# Fire and putting it out



## Gurkhal (Jun 13, 2017)

Here's a question with a scenario. Quick reply is appreciated. 

A bunch of guys have built a wooden barricade across a bridge using a bunch of medieval-style hovels as building material. Another bunch of guys has thrown some torches on the barricade and set it burning. The first gang of people are using buckets to pour water on the barricade to put out the fire while the second guys shots arrows at the first group to prevent them from halting the fire. 

Would the outcome lilkely be that buckets can put out the fire or that the barricade burns to ashes? And how long would it take to burn down about a 1-1,5m high barricade, about 4-5 meters side and 1 meter thick, with water poured on it?

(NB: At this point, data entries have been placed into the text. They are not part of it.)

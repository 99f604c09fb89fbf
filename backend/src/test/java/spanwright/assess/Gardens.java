package spanwright.assess;

import spanwright.plan.Plan;
import spanwright.plan.PlanReader;

/** Plans for these tests: a level or sloping garden with two poles, and what a test is about. */
final class Gardens {
  private Gardens() {}

  /**
   * @param site members of the site, or empty
   * @param lists further lists of the plan, each followed by a comma
   * @param brief members of the brief
   */
  static Plan of(String site, String lists, String brief) {
    String json =
        """
        { "format": "spanwright-plan/1", "title": "Garden", "site": { %s },
          "boundary": [[0,0],[40,0],[40,30],[0,30]],
          "supports": [
            { "id": "west", "kind": "other", "at": [5,15], "lowest": 2, "highest": 10 },
            { "id": "east", "kind": "other", "at": [35,15], "lowest": 2, "highest": 10 } ],
          %s
          "entry": { "at": [20,1], "height": 1.5 },
          "brief": { %s } }
        """
            .formatted(site, lists, brief);
    PlanReader.Outcome outcome = PlanReader.read(json);
    if (outcome.plan() == null) {
      throw new IllegalStateException(outcome.faults().toString());
    }
    return outcome.plan();
  }

  static final String ONE_BAND =
      """
      "bands": [ { "name": "20 m", "frequencies": [14.0, 14.175, 14.35] } ],
      "targets": [ { "name": "Far", "bearing": 285, "distanceKm": 5600 } ]
      """;

  /** A plan with these lines of metal. */
  static Plan withMetal(String site, String metalwork) {
    return of(site, "\"metalwork\": [" + metalwork + "],", ONE_BAND);
  }
}
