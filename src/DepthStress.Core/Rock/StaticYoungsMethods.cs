using DepthStress.Core.Catalogue;
using DepthStress.Core.Quantities;

namespace DepthStress.Core.Rock;

/// <summary>Catalogue entries that give static Young's modulus: those whose coefficients were read, then the recalled ones.</summary>
public static class StaticYoungsMethods
{
    private const string Lacy =
        "Lacy 1997, Dynamic rock mechanics testing for optimized fracture designs, SPE 38716; read in Zhang 2019, Applied Petroleum Geomechanics, p. 67, eqs 2.64-2.66, which states the unit Mpsi";

    private static readonly LawInput DynamicMpsi = InputOf.DynamicModulus with { Unit = Units.Mpsi };

    /// <summary>The entries.</summary>
    public static IReadOnlyList<Law> All { get; } =
    [
        OfLacy("lacy-1997-sandstone", "Lacy's curve for sandstone", RockKinds.Sandstone, 0.0293, 0.4533, 2.2820),
        OfLacy("lacy-1997-shale", "Lacy's curve for shale", RockKinds.Shale, 0.0428, 0.2334, 1.6184),
        OfLacy("lacy-1997-combined", "Lacy's curve for all rocks", RockKinds.Any, 0.018, 0.422, 1.9760),
        Read("ohen-2003-shale", "Ohen's curve for shale", Units.Mpsi, DynamicMpsi, "Es = {a} Ed^{b}", LawForms.Power, [0.0158, 2.74],
            "shale of the Gulf of Mexico; both moduli in Mpsi: taken for GPa it would give more than Ed above 10.8 GPa",
            "Ohen 2003, SPE 84397 (paper number from memory); read in Zhang 2019, Applied Petroleum Geomechanics, p. 67, eq. 2.67, which states the unit Mpsi",
            WorkedExample.Computed(0.32060, 5, 3)),
        Read("horsrud-2001-shale-modulus", "Horsrud's static modulus of shale from velocity", Units.Gigapascal, InputOf.Vp, "Es = {a} Vp^{b}", LawForms.Power, [0.076, 3.23],
            "high-porosity Tertiary shale of the North Sea, from core",
            "Horsrud 2001, SPE Drilling & Completion 16(2) 68-73, SPE 56017; read in Zhang 2019, Applied Petroleum Geomechanics, p. 96, eq. 3.9",
            WorkedExample.Computed(2.6419, 5, 3.0)),
        .. StaticYoungsSandstone.All,
        .. StaticYoungsCarbonate.All,
        .. StaticYoungsMixed.All,
        .. StaticYoungsCrystalline.All,
    ];

    private static Law OfLacy(string id, string title, RockKinds rocks, double a, double b, double at4) => ModulusEntry.Of(
        id, title, rocks, Units.Mpsi, [DynamicMpsi], "Es = {a} Ed^2 + {b} Ed", LawForms.Quadratic, [a, b],
        "about 600 cores, Gulf of Mexico; both moduli in Mpsi", Lacy, Standing.Confirmed, WorkedExample.Computed(at4, 5, 4));

    private static Law Read(
        string id, string title, Unit unit, LawInput input, string template, LawFormula formula, double[] c, string validity, string source, WorkedExample example) =>
        ModulusEntry.Of(id, title, RockKinds.Shale, unit, [input], template, formula, c, validity, source, Standing.Confirmed, example);
}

And other possible results? Like lots of smoke from wet wood and stuff like that which I should perhaps keep in mind.


----------



## CupofJoe (Jun 13, 2017)

I've just finished watching a programme on the Great Fire of London...
They talked about houses going from unburnt to ashes in as little as a few minutes at the height of the fire. So I don't think a barricade wouldn't last long once it was alight. If they can get the water on soon enough, then the fire might not take hold at all.
According to the programme there were lots of reasons why bucket chain did little good. Lack of buckets for one thing, spilt water, breaks in the chain, water accessible to the buckets. 
If the fire was big enough, they couldn't even get close enough to throw the water on.
The most successful method was using a 4-5m long fire hook to pull apart the buildings on fire so each wasn't a single fire but lots of smaller ones and then tacking those smaller pieces. Fire fighters today have smaller versions of those fire hooks. for about the same reason.
If the fire gets going it will be hard to stop, as all the surrounding buildings will probably be made out of similar material. 
If it really gets going then you are in the reaches of fire-storms and all sorts of strange things happen.
If it is windy, then ember can fly 100s m and start new fires... 
Oh the Pretty Fire!!!


----------



## TheKillerBs (Jun 13, 2017)

Honestly? Depends on the material. Straw won't last at all. If it's wattle, it'll last longer, but the defenders will have to be quick about it if they want to put it out. If it's possible to daub it, or if it's a lumber structure they'll have plenty of time.


----------



## Gurkhal (Jun 14, 2017)

I imagine its a mix between wattle and logs to be honest withmaybe some fillers thrown in as well. Little of the fancy stuff to be honest. But it should be robust enough that the other team needs to burn it away, and can't just kick it away.


----------



## psychotick (Jun 17, 2017)

Hi,

Up to you really. Is the timber that was used to build the barricade dry? And how loosely packed is it? Get the right amount of air spaces to timber and it'll burn fast. Also how big are the pieces oftimber? Any kindling in it? On top of that how far in seconds is the water from the fire - ie can they drop a bucket on it every few seconds or every few minutes? Also how are the burners trying to set the fire? Flaming arrows? 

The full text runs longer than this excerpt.